*** Study material ***

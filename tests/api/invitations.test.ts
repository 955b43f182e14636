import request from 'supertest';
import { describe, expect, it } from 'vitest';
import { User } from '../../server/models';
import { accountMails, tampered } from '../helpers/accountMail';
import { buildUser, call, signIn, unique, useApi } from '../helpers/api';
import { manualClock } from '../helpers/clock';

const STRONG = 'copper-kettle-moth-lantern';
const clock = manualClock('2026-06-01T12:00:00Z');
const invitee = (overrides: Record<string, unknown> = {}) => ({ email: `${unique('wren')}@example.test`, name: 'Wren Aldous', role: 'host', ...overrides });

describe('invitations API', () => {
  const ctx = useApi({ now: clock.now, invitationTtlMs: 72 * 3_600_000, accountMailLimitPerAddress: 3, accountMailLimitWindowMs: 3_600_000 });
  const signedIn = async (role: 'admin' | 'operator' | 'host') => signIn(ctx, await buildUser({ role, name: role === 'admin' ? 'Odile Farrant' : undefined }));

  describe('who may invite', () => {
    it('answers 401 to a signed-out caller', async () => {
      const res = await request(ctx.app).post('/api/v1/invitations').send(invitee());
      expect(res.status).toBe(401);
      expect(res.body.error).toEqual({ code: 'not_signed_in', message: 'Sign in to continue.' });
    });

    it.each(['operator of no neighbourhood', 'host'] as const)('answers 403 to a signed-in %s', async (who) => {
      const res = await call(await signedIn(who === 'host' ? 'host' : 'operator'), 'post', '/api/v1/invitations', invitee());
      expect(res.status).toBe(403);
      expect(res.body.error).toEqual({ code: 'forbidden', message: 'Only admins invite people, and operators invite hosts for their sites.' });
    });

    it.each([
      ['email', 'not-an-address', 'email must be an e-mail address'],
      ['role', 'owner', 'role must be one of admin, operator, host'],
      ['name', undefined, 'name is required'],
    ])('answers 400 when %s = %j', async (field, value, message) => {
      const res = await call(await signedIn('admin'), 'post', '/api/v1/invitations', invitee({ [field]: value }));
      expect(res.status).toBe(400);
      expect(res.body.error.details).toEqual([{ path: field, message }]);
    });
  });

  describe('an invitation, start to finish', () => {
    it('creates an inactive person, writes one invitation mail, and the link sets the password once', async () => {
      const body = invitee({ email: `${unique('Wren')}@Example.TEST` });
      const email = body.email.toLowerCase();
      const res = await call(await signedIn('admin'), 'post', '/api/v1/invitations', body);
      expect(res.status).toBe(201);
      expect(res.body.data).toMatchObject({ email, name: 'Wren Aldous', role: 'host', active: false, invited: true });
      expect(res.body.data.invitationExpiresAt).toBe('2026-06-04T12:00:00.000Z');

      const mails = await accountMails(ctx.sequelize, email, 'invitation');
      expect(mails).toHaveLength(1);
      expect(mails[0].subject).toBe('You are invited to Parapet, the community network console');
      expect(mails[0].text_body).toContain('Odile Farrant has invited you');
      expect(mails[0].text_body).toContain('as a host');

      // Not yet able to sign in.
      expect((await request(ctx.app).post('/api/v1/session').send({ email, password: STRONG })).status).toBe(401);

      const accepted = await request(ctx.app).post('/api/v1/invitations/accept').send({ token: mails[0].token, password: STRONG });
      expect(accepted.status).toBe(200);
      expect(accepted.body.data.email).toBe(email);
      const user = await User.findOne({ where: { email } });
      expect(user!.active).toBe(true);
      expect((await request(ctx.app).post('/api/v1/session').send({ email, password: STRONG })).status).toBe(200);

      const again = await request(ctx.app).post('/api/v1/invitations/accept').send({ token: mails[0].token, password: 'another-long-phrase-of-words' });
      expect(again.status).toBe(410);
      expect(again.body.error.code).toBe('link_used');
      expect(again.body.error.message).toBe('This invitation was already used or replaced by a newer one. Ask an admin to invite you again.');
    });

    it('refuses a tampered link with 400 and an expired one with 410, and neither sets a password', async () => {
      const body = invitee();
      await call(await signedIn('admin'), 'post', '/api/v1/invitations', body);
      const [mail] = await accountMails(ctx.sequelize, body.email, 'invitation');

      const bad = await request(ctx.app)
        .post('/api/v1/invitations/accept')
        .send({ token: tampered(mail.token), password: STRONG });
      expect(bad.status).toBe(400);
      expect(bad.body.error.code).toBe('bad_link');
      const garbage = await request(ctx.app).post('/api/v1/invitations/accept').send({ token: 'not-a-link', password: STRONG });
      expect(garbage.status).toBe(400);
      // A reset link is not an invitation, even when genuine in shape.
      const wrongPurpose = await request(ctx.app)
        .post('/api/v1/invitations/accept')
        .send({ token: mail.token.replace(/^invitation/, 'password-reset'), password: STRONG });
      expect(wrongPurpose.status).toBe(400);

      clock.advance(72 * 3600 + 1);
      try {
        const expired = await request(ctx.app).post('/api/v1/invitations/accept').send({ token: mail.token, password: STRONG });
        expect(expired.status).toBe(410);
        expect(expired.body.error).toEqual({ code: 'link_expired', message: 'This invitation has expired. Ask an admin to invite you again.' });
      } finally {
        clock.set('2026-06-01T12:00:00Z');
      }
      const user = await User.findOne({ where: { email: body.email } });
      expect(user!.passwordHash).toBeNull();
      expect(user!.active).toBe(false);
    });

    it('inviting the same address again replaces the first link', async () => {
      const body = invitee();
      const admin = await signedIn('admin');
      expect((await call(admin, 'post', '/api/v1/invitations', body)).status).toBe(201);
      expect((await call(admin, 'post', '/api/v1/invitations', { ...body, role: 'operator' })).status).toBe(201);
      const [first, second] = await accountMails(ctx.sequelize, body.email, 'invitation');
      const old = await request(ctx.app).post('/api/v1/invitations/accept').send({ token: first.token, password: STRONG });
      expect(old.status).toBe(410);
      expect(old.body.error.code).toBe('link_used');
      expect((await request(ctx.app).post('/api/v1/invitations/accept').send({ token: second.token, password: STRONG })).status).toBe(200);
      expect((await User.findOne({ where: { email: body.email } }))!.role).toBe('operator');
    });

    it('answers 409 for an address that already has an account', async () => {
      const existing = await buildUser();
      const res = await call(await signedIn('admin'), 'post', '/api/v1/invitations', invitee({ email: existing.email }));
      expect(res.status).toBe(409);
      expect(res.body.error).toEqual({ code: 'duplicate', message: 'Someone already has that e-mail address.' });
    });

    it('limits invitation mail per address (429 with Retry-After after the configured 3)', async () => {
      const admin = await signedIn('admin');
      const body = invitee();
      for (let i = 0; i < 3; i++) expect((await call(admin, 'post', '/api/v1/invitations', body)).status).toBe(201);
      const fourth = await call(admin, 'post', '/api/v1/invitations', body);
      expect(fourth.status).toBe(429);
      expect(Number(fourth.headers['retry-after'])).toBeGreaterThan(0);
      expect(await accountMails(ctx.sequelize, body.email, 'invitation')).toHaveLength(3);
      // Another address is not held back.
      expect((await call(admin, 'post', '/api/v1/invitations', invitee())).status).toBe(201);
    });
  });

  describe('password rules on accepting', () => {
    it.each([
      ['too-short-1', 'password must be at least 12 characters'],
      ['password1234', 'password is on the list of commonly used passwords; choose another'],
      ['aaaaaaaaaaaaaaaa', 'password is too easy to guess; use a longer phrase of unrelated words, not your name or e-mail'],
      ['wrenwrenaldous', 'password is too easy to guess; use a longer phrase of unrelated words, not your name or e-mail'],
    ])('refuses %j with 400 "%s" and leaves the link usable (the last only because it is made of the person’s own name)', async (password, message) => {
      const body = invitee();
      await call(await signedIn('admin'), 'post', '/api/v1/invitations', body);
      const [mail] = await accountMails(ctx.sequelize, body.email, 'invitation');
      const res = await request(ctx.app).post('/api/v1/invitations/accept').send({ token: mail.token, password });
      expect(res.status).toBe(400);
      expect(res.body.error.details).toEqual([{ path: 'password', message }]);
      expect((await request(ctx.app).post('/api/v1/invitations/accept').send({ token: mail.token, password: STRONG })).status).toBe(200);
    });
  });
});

*** End of Study material ***
*** Study material ***

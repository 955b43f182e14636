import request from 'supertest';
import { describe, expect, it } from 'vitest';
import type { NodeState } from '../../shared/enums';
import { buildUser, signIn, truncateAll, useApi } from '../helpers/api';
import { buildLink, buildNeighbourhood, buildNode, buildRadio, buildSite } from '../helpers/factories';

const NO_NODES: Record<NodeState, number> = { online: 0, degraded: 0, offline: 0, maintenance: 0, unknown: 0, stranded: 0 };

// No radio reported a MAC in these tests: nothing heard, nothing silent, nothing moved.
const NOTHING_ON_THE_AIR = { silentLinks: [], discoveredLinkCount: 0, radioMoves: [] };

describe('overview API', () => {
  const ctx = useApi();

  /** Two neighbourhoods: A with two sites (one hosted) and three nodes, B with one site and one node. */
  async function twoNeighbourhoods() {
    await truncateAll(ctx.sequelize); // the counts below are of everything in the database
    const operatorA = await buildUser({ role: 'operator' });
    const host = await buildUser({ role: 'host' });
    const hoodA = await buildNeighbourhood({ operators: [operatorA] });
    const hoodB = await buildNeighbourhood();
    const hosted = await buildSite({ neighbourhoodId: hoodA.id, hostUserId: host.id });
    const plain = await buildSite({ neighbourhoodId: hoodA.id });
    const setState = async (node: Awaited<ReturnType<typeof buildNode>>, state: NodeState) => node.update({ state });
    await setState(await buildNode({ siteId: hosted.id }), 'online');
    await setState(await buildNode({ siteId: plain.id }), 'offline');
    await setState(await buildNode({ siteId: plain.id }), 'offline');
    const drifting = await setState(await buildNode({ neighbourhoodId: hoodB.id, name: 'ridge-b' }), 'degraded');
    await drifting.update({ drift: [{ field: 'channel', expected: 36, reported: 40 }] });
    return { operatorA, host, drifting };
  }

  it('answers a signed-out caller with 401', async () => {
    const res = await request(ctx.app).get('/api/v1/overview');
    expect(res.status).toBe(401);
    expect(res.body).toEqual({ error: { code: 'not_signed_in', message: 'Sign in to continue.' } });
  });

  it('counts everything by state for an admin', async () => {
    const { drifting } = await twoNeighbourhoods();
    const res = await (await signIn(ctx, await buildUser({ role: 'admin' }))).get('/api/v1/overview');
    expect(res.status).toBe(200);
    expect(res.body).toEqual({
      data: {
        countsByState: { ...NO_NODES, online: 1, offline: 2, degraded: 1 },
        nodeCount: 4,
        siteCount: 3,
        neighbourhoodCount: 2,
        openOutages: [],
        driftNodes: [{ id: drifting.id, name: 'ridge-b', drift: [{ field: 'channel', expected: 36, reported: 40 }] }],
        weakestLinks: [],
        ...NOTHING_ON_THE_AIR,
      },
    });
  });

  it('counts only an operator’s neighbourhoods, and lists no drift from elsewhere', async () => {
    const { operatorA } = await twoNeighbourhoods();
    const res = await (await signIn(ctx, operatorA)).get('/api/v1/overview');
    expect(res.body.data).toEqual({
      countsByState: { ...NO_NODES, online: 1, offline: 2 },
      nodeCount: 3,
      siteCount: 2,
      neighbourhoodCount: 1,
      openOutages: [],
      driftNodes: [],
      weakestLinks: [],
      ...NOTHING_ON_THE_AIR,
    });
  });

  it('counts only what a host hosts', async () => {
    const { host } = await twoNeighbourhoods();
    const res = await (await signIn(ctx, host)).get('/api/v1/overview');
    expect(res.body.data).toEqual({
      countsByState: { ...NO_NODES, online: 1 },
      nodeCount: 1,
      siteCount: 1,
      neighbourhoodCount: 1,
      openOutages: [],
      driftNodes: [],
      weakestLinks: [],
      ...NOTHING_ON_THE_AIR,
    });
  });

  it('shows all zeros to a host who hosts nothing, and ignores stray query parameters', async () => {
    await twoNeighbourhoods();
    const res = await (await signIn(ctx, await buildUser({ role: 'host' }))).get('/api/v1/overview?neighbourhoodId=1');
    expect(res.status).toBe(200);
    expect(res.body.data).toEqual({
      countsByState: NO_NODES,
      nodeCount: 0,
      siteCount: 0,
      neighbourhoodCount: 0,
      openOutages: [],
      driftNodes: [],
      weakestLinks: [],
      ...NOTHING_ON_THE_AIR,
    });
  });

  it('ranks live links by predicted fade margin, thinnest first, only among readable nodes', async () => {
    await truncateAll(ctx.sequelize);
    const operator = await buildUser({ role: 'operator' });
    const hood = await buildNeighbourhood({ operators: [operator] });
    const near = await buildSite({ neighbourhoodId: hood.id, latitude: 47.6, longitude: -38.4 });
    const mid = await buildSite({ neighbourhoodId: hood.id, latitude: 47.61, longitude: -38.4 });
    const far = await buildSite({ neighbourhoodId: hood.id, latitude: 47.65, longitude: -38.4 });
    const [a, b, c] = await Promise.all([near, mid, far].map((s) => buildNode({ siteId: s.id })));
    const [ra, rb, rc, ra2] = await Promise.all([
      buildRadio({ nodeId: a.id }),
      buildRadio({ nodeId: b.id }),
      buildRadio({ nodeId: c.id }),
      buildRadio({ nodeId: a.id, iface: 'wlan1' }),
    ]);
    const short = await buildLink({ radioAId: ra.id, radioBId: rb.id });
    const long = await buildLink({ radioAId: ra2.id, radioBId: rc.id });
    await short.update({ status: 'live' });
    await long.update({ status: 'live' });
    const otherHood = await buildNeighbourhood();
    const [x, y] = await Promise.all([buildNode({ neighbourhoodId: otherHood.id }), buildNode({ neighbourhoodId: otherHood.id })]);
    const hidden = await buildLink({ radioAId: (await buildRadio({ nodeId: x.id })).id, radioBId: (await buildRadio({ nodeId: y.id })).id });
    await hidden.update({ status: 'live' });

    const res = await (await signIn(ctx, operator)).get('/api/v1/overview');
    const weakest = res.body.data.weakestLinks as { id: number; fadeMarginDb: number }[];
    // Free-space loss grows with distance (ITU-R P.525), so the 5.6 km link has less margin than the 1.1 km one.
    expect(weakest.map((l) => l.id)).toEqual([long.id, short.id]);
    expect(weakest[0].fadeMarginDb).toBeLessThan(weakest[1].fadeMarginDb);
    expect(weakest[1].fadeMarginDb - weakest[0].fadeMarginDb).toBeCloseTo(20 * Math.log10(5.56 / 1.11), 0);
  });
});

*** End of Study material ***

Please give the number of lines in the entries above that hold "toEqual", with no other words.

12